Корнеманн поднял руку и выстрелил вслед уходящей, целясь, впрочем, явно выше. Уходившая пошатнулась, схватилась руками за уши и остановилась, вся дрожа. Пуля пролетела над ее головой и вошла в косяк двери.
— Как вам не стыдно! — сказала пленная, всё еще продолжая стоять.
— Raus! — закричал Корнеманн, опять подымая руку.
Не торопясь, пленная вышла. Когда закрылась дверь, Корнеманн улыбнулся, лицо его совершенно изменилось и, обращаясь больше к Подберезкину, он заговорил:
— Вы не удивляйтесь. Это — война. Невозможно все время быть в белых перчатках. И потом, кто знает, — в этой стране всё возможно. Иногда я теряюсь здесь, ничего не понимаю. Aber die Dame hat Haltung — was? Und h"ubsch ist sie dazu!
И Подберезкин знал из времен гражданской войны, что нельзя быть всё время в белых перчатках, но сцена произошла всё-таки омерзительная; досаднее всего было, что он сам в ней участвовал.
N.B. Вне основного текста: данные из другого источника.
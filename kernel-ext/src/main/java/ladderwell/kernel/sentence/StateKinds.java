package ladderwell.kernel.sentence;

import static ladderwell.quantity.Kind.ANGLE;
import static ladderwell.quantity.Kind.LENGTH;
import static ladderwell.quantity.Kind.MOMENTUM;

/** The kinds of state, as the table of the language lists them. */
final class StateKinds {
    private static final NounKind NUMBER = NounKind.of(
                    "number",
                    "number state",
                    "one level of the oscillator, the Fock state |n⟩ of a harmonic one",
                    "|n⟩")
            .alias("fock")
            .keys(Key.count("level", 0, Long.MAX_VALUE, "3", "the level n, counted from 0"))
            .ways(Way.of("level"));

    private static final NounKind COHERENT = NounKind.of(
                    "coherent",
                    "coherent state",
                    "the state that swings like the classical oscillator and keeps its shape",
                    "|α⟩, α = √n̄ e^{iφ},  a|α⟩ = α|α⟩")
            .homes("harmonic", "kerr", "duffing", "hamiltonian")
            .keys(
                    Key.of("mean", Form.NUMBER, "9.5", "mean quanta n̄, any real number from 0")
                            .formula("n̄ = |α|²"),
                    Key.quantity("phase", "phase φ of α at time 0; 0 starts at the turning point on the +x side", ANGLE)
                            .standard("0 deg"),
                    Key.of("alpha", Form.COMPLEX, "1.5+0.5i", "the amplitude α").formula("n̄ = |α|²"),
                    Key.quantity("displacement", "mean position at time 0", LENGTH)
                            .formula("⟨x⟩ = √2 ℓ Re α,  ℓ = √(ħ/mω)")
                            .standard("0 where a momentum is given"),
                    Key.quantity("momentum", "mean momentum at time 0", MOMENTUM)
                            .formula("⟨p⟩ = √2 (ħ/ℓ) Im α,  ℓ = √(ħ/mω)")
                            .standard("0 where a displacement is given"))
            .ways(
                    Way.of("mean").with("phase"),
                    Way.of("alpha"),
                    Way.of("displacement").with("momentum"),
                    Way.of("momentum").with("displacement"));

    private static final NounKind SUPERPOSITION = NounKind.of(
                    "superposition",
                    "superposition",
                    "several levels at once, each with its weight",
                    "Σ w_j |n_j⟩ / √(Σ |w_j|²)")
            .keys(
                    Key.of("levels", Form.COUNTS, "0 1 2", "the levels, counted from 0, each once"),
                    Key.of("weights", Form.COMPLEXES, "1 1i 0.5-0.2i", "weights of the levels, in the same order")
                            .formula("only their ratios count; the state is normalised")
                            .standard("all equal"))
            .ways(Way.of("levels").with("weights"));

    private static final NounKind GAUSSIAN = NounKind.of(
                    "gaussian",
                    "Gaussian packet",
                    "a packet thrown into an oscillator; what the bound levels cannot carry is refused",
                    "ψ ∝ exp(−(x − x₀)²/4Δx² + ip₀(x − x₀)/ħ),  ΔxΔp = ħ/2")
            .keys(
                    Key.quantity(
                                    "position",
                                    "mean position x₀, measured from the origin; the middle of a box or well",
                                    LENGTH,
                                    ANGLE)
                            .standard("0"),
                    Key.quantity("momentum", "mean momentum p₀", MOMENTUM).standard("0, at rest"),
                    Key.quantity("spread", "standard deviation Δx of the position", LENGTH, ANGLE))
            .ways(Way.of("spread").with("position", "momentum"));

    private static final Key SHIFT = Key.quantity(
                    "shift", "how far the other oscillator lies to the right", LENGTH, ANGLE)
            .standard("0");
    private static final Key OF = Key.reference("of", "oscillator", "cold", "the oscillator whose level it is");

    private static final NounKind GROUND = NounKind.of(
                    "ground",
                    "ground state of another oscillator",
                    "the ground state of another oscillator of the same particle, found in this one after a sudden change",
                    "Σ |k⟩⟨k|0′⟩")
            .links(OF)
            .keys(SHIFT)
            .ways(Way.of().with("shift"));

    private static final NounKind LEVEL = NounKind.of(
                    "level",
                    "level of another oscillator",
                    "a level of another oscillator of the same particle, found in this one after a sudden change",
                    "Σ |k⟩⟨k|n′⟩")
            .argument(
                    Key.count("number", 0, Long.MAX_VALUE, "3", "the level n of the other oscillator, counted from 0"))
            .links(OF)
            .keys(SHIFT)
            .ways(Way.of().with("shift"));

    private StateKinds() {}

    static NounKind[] all() {
        return new NounKind[] {COHERENT, NUMBER, SUPERPOSITION, GAUSSIAN, GROUND, LEVEL};
    }
}
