package ladderwell.kernel.sentence;

/** What the value of a key looks like. */
public enum Form {
    /** The key alone, without a value. */
    FLAG,
    /** A number with a unit; a plain number in natural units. */
    QUANTITY,
    /** A number with a unit of any make, such as 2 eV/angstrom^4; a plain number in natural units. */
    AMOUNT,
    /** A text in quotes. */
    TEXT,
    /** A real number without a unit. */
    NUMBER,
    /** A whole number. */
    COUNT,
    /** A complex number such as 1.5+0.5i. */
    COMPLEX,
    /** One of a few words. */
    CHOICE,
    /** Whole numbers, parted by blanks. */
    COUNTS,
    /** Complex numbers, parted by blanks. */
    COMPLEXES,
    /** The name of something declared before. */
    REFERENCE,
    /** A new name. */
    NEW_NAME
}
Он чувствовал, что им овладевает едва удержимая ненависть к Корнеманну, хотелось встать и ударить его кулаком, и злоба брала на себя, что оставался мирно сидеть, притворяясь спокойным. К его удивлению, с пленным офицером Корнеманн обошелся ровно. Молодой раненый лейтенант, по-видимому, происходил, как показывала его фамилия, из старой княжеской русской семьи. Рука его была теперь перевязана, но, видно, он потерял много крови, ибо поражал бледностью лица, глаза нездорово блестели, черные курчавые волосы спадали на лоб. У него очевидно был жар. Шеллер тотчас же начал расспрашивать пленного о происхождении — из настоящих ли, где родители, как может служить в Красной армии, почему не перешел сразу на немецкую сторону? Допрашивал он свысока, грассируя и растягивая слова, и Подберезкин видел, что в пленном он вызывал недоумение, а может быть и презрение. Лейтенант отвечал тихо, но ясно, что раньше семья его считалась княжеской, — так он слыхал, по крайней мере; сам же себя никаким князем не признает, а в Красную армию призван и считает необходимым честно биться по присяге. Говорил он это всё без всякой злобы и аффекта, по-видимому, так и думая, и слова его, и все поведение наполняли Подберезкина отчасти какой-то смутной радостью, что тот так достойно держался, а вместе и горечью, ибо был этот пленный совершенно новый человек, для которого старая Россия мало что говорила. Впрочем, может быть, он еще и ошибался. Корнеманн выслушал молча все показания, поставил какой-то значок на бумаге и приказал лейтенанту выйти.
— Tris etrange, — заговорил Шеллер, — происходит из одной из самых старых семей России и — совершеннейший коммунист. Une chose tout a fait incempremensible et ridicule!..
— Почему вы так думаете, граф? — вмешался Подберезкин. — Пленный отнюдь не утверждал, что он коммунист?
— Comment? — переспросил Шеллер, щуря глаза. — Mais oui, il se gardera bien de ca, — продолжал он по-прежнему по-французски, — разумеется, он не скажет, что он коммунист.